The African continent needs to grow economically rapidly to eradicate poverty and improve the quality of life for the average African. However, despite being a naturally resource rich continent and having a large human population base, she has lagged behind and her leaders in the past 60 to 70 years have sought foreign aid and funding from the West but have terribly failed in attaining the objective of economic development and growth with full potential. A very scarce resource for achieving good economic progress is the moral leadership and strategic decision making skills of the leaders of the nations. No amount of resources and funding can be substituted for this very scarce resource called the moral capital. In the early 19th century, an American poet named Ralph Waldo Emerson (1803-1882) wrote a marvellous poem called “Men Wanted”. Key punch line was,
Not only gold, but only men can make a nation great and strong, Men who for truth and honor’s sake stand fast and suffer long.

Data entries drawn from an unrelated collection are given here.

"""The table, its ledger and its exact ties: what is equal, what moves, what is written down."""

from __future__ import annotations

import math
from fractions import Fraction
from typing import Any

import numpy as np
import pandas as pd
import pytest
from hypothesis import given
from hypothesis import strategies as st

from robustrm import ties
from robustrm.errors import ArgumentError, DataError
from robustrm.ledger import CellCounts, Ledger, LedgerLine
from robustrm.table import OccasionTable, natural_key

LABELS = ["before", "after"]


def table_of(values, **options) -> OccasionTable:
    labels = [f"w{j}" for j in range(np.shape(values)[1])]
    return OccasionTable.from_array(values, occasions=labels, **options)


# ── making one ────────────────────────────────────────────────────────────────────────


def test_arrays_are_copied_and_read_only():
    values = np.array([[1.0, 2.0], [3.0, 4.0]])
    table = table_of(values)
    values[0, 0] = 99
    assert table.values[0, 0] == 1
    for name in ("values", "below", "above", "lower_limit", "upper_limit", "tokens", "units"):
        with pytest.raises(ValueError, match="read-only"):
            getattr(table, name)[0, 0] = 0


def test_a_matrix_the_wrong_way_round_is_refused():
    with pytest.raises(ArgumentError, match="Transpose it if the subjects are in the columns"):
        OccasionTable.from_array(np.ones((2, 5)), occasions=LABELS)


@pytest.mark.parametrize(
    ("options", "text"),
    [
        ({"values": [[1, math.inf]]}, "`values` must be finite or NaN for missing, got inf"),
        ({"below": [[True]]}, "`below` must have the shape of `values` (1, 2), got (1, 1)."),
        (
            {"below": [[True, True]]},
            "`lower_limit` must be declared when cells lie beyond different limits, got 1.00 and "
            "2.00.",
        ),
        ({"values": [[np.nan, 1]], "below": [[True, False]]}, "A cell must be one of measured,"),
        ({"lower_limit": [1, 2, 3]}, "`lower_limit` must be one number, one an occasion (2)"),
        ({"resolution": -1}, "`resolution` must be a positive number, got -1."),
        ({"subjects": ["a", "b"]}, ""),
    ],
)
def test_inconsistent_arrays_are_refused(options: dict, text: str):
    with pytest.raises(ArgumentError) as caught:
        OccasionTable.from_array(**{"values": [[1.0, 2.0]], "occasions": LABELS, **options})
    assert str(caught.value).startswith(text)


def test_wide_frames_hold_numbers_and_text():
    frame = pd.DataFrame(
        {"id": ["007", "7", "NA"], 0: [1.5, np.nan, 3], 2: ["<0,3", "missed", None]}
    )
    table = OccasionTable.from_wide(frame, subject="id", occasions=["0", "2"])
    assert table.subjects == ("007", "7", "NA")
    np.testing.assert_array_equal(table.values, [[1.5, 0.3], [np.nan, np.nan], [3, np.nan]])
    assert table.tokens.tolist() == [["", ""], ["", "missed"], ["", ""]]
    assert [note.code for note in table.notes] == ["possible duplicate", "decimal"]
    assert table.ledger.of_step("read")[0].what == "6 cells taken from a frame"


@pytest.mark.parametrize(
    "column",
    [
        pd.Series([1, 2], dtype="Int64"),
        pd.Series([1, 2], dtype="float32"),
        pd.Series(["1", "2"], dtype="string"),
        pd.Series([1, 2], dtype="category"),
        pd.Series([1, 2], dtype=object),
    ],
    ids=lambda column: str(column.dtype),
)
def test_every_kind_of_column_is_read(column: pd.Series):
    frame = pd.DataFrame({"id": ["a", "b"], "w0": column, "w1": [0.1, 0.2]})
    table = OccasionTable.from_wide(frame, subject="id", occasions=["w0", "w1"])
    assert table.values.tolist() == [[1, 0.1], [2, 0.2]]
    assert table.step == Fraction(1, 10)


def test_missing_markers_of_pandas_are_missing():
    frame = pd.DataFrame(
        {"id": ["a", "b"], "w0": pd.Series([1, pd.NA], dtype="Int64"), "w1": [pd.NaT, None]}
    )
    table = OccasionTable.from_wide(frame, subject="id", occasions=["w0", "w1"])
    assert np.isnan(table.values).tolist() == [[False, True], [True, True]]


def test_long_frames_need_an_order_and_get_a_proposal():
    frame = pd.DataFrame(
        {"id": ["a"] * 3, "visit": ["week 10", "week 2", "week 0"], "CRP": [1, 2, 3]}
    )
    roles: dict[str, Any] = {"subject": "id", "occasion": "visit", "value": "CRP"}
    with pytest.raises(DataError) as caught:
        OccasionTable.from_long(frame, **roles)
    assert caught.value.problems[0].action.endswith("--order 'week 0,week 2,week 10'")
    table = OccasionTable.from_long(frame, **roles, order=["week 0", "week 2", "week 10"])
    assert table.values.tolist() == [[3, 2, 1]]
    assert table.marker == "CRP"


def test_rows_of_a_frame_are_counted_from_one():
    frame = pd.DataFrame({"id": ["a", "a"], "visit": ["w0", "w0"], "CRP": [1, 4.8]}, index=[7, 9])
    with pytest.raises(DataError, match=r"\(1; 4.8; rows 1, 2\)"):
        OccasionTable.from_long(
            frame, subject="id", occasion="visit", value="CRP", order=["w0", "w1"]
        )


def test_natural_order_counts():
    assert sorted(["T10", "t2", "T1"], key=natural_key) == ["T1", "t2", "T10"]
    assert natural_key("week ²") != natural_key("week 2")  # a superscript is no number


# ── ties ──────────────────────────────────────────────────────────────────────────────


def test_equal_differences_are_tied_where_floats_are_not():
    assert 0.525 - 0.5 != 0.825 - 0.8
    gaps, _ = table_of([[0.5, 0.525], [0.825, 0.8], [0.775, 0.825]]).paired("w0", "w1")
    assert gaps.sizes.tolist() == [1, 1, 2]
    assert gaps.signs.tolist() == [1, -1, 1]
    assert gaps.values.tolist() == [0.025, -0.025, 0.05]


def test_seven_doublings_on_logs_are_one_tied_size():
    first = [0.1, 0.3, 0.7, 1.1, 1.3, 2.9, 10.7]
    table = table_of([[x, round(2 * x, 1)] for x in first]).log()
    gaps, _ = table.paired("w0", "w1")
    assert gaps.sizes.tolist() == [1] * 7
    assert set(gaps.values.tolist()) == {math.log(2)}
    back, _ = table.paired("w1", "w0")
    np.testing.assert_array_equal(back.values, -gaps.values)


def test_a_true_zero_difference_is_told_from_an_unknown_one():
    table = table_of([[0.3, 0.3], [1, 1]], below=[[True, True], [False, False]], lower_limit=0.3)
    gaps, _ = table.paired("w0", "w1")
    assert gaps.sizes.tolist() == [0, 0]
    assert gaps.unknown.tolist() == [True, False]


def test_derived_values_closer_than_1e_10_are_tied():
    # Averages of three replicates, and a difference away from the first two by 1e-14.
    values = np.array([[1.0, 1.1 + 1e-14], [2.0, 2.1], [3.0, 3.2]]) / 3
    gaps = ties.differences_of_floats(values[:, 0], values[:, 1], np.zeros(3, bool))
    assert gaps.sizes.tolist() == [1, 1, 2]
    frame = pd.DataFrame(
        {"id": ["a", "a", "b", "b"], "w0": [0.1, 0.2, 0.4, 0.3], "w1": [0.2, 0.3, 0.4, 0.5]}
    )
    table = OccasionTable.from_wide(frame, subject="id", occasions=["w0", "w1"], replicates="mean")
    assert table.units is None
    assert table.paired("w0", "w1")[0].sizes.tolist() == [1, 1]


def test_merging_does_not_run_along_a_chain():
    chain = np.array([0.0, 0.9, 1.8, 2.7, np.nan])
    np.testing.assert_array_equal(ties.merged(chain, 1.0), [0, 0, 1.8, 1.8, np.nan])


def test_order_codes_tie_what_is_censored():
    table = table_of(
        [[0.3, 0.3, 2.0], [0.30, 5, 20]],
        below=[[True, False, False], [True, False, False]],
        above=[[False, False, False], [False, False, True]],
    )
    assert table.order_codes().tolist() == [[0, 1, 2], [0, 3, 4]]


@pytest.mark.parametrize(
    ("values", "step"),
    [
        ([0.25, 3.0], Fraction(1, 100)),
        ([10.0, 300.0], Fraction(1)),
        ([0.1, 1e17], None),
        ([], None),
    ],
)
def test_the_step_of_floats_is_their_finest_place(values: list[float], step: Fraction | None):
    assert ties.decimal_step(np.array(values)) == step


@pytest.mark.property
@given(st.lists(st.tuples(st.integers(1, 999), st.integers(1, 999)), min_size=1, max_size=12))
def test_sizes_follow_exact_arithmetic(pairs: list[tuple[int, int]]):
    table = table_of([[a / 100, b / 100] for a, b in pairs], resolution=0.01)
    gaps, _ = table.paired("w0", "w1")
    exact = [abs(b - a) for a, b in pairs]
    ranks = {size: code for code, size in enumerate(sorted({e for e in exact if e}), start=1)}
    assert gaps.sizes.tolist() == [ranks.get(e, 0) for e in exact]
    logs, _ = table.log().paired("w0", "w1")
    ratios = [Fraction(max(p), min(p)) for p in pairs]
    places = {ratio: code for code, ratio in enumerate(sorted(set(ratios) - {1}), start=1)}
    assert logs.sizes.tolist() == [places.get(ratio, 0) for ratio in ratios]
    np.testing.assert_allclose(logs.values, np.log([b / a for a, b in pairs]), atol=1e-12)


# ── steps ─────────────────────────────────────────────────────────────────────────────


def test_recensoring_gives_up_what_cannot_be_compared():
    table = table_of(
        [[0.3, 0.5, 0.8], [0.4, 2, 3]],
        below=[[True, False, True], [False, False, False]],
        lower_limit=[0.3, 0.3, 0.8],
    )
    common = table.recensored()
    assert common.below.tolist() == [[True, True, True], [True, False, False]]
    np.testing.assert_array_equal(common.values, [[0.8, 0.8, 0.8], [0.8, 2, 3]])
    assert common.ledger.of_step("recensored")[0].what == (
        "all occasions compared at the common lower limit 0.800: 2 measured values given up"
    )
    assert common.recensored() == common
    np.testing.assert_allclose(table.log().recensored().values, np.log(common.values))


def test_recensoring_works_from_above_too():
    table = table_of(
        [[20, 12], [5, 10]], above=[[True, False], [False, True]], upper_limit=[20, 10]
    ).recensored()
    assert table.above.tolist() == [[True, True], [False, True]]
    np.testing.assert_array_equal(table.values, [[10, 10], [5, 10]])


def test_nothing_to_recensor_is_the_same_table():
    table = table_of([[1, 2], [3, 4]])
    assert table.recensored() is table


@pytest.mark.parametrize(
    ("rule", "value"), [("half", 0.15), ("limit", 0.3), ("root2", 0.3 / 2**0.5)]
)
def test_a_substitute_is_declared_and_stays_marked(rule: str, value: float):
    table = table_of([[0.3, 2], [1, 4]], below=[[True, False], [False, False]])
    raw = table.substitute(rule)
    assert raw.values[0, 0] == pytest.approx(value, rel=1e-15)
    assert raw.below[0, 0]
    assert "1 value below the limit entered as" in raw.ledger.lines[-1].what
    logs = table.log().substitute(rule)
    np.testing.assert_allclose(logs.values, np.log(raw.values), rtol=1e-14)
    assert (raw.units is None) == (rule == "root2")
    if raw.units is not None and raw.resolution is not None:
        multiples = raw.units.astype(float) * raw.resolution
        np.testing.assert_allclose(multiples, raw.values, rtol=1e-14)


def test_an_unknown_rule_is_refused():
    table = table_of([[0.3, 2], [1, 4]], below=[[True, False], [False, False]])
    with pytest.raises(ArgumentError, match="Did you mean 'half'"):
        table.substitute("hlf")


def test_zero_has_no_logarithm_and_the_question_is_asked():
    with pytest.raises(DataError) as caught:
        table_of([[0, 1], [2, -3]], subjects=["P1", "P2"]).log()
    assert len(caught.value.problems) == 2
    assert str(caught.value.problems[0]) == (
        "[not positive] (column 'w0', text '0') subject 'P1' has 0 at 'w0', which has no "
        "logarithm: below a limit, or a true zero? If it lies below a detection limit, write it "
        "as '<limit' (for instance '<0.3') or declare the limit; if it is a true zero, analyze on "
        "the raw scale (--scale raw)."
    )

These are eternal lines and still true a century later and will remain so in the future. A famous development economist Boserup and Nobel laureate economist George Schulze said the same thing. In brief, it is the quality of our people that matters the most and the moral capital matters the most in making these people worthy resources for the nation.
The leaders/men/women who have integrity and stand fast and suffer
long for truth and honour are needed to make strategic nation building decisions. It does not mean that Africa
did not have these kinds of people; who does not know Nelson Mandela, who gave a strategic positive direction to South Africa? But we need more
of these types of people in leadership and also in various business, education and other sectors of the economy. These leaders who have moral capital build reputation and integrity of the institutions and an atmosphere of trust and hope in the society is created. Moral capital thus refers to a set of attitudes that enables individuals to better the functionality of social exchange.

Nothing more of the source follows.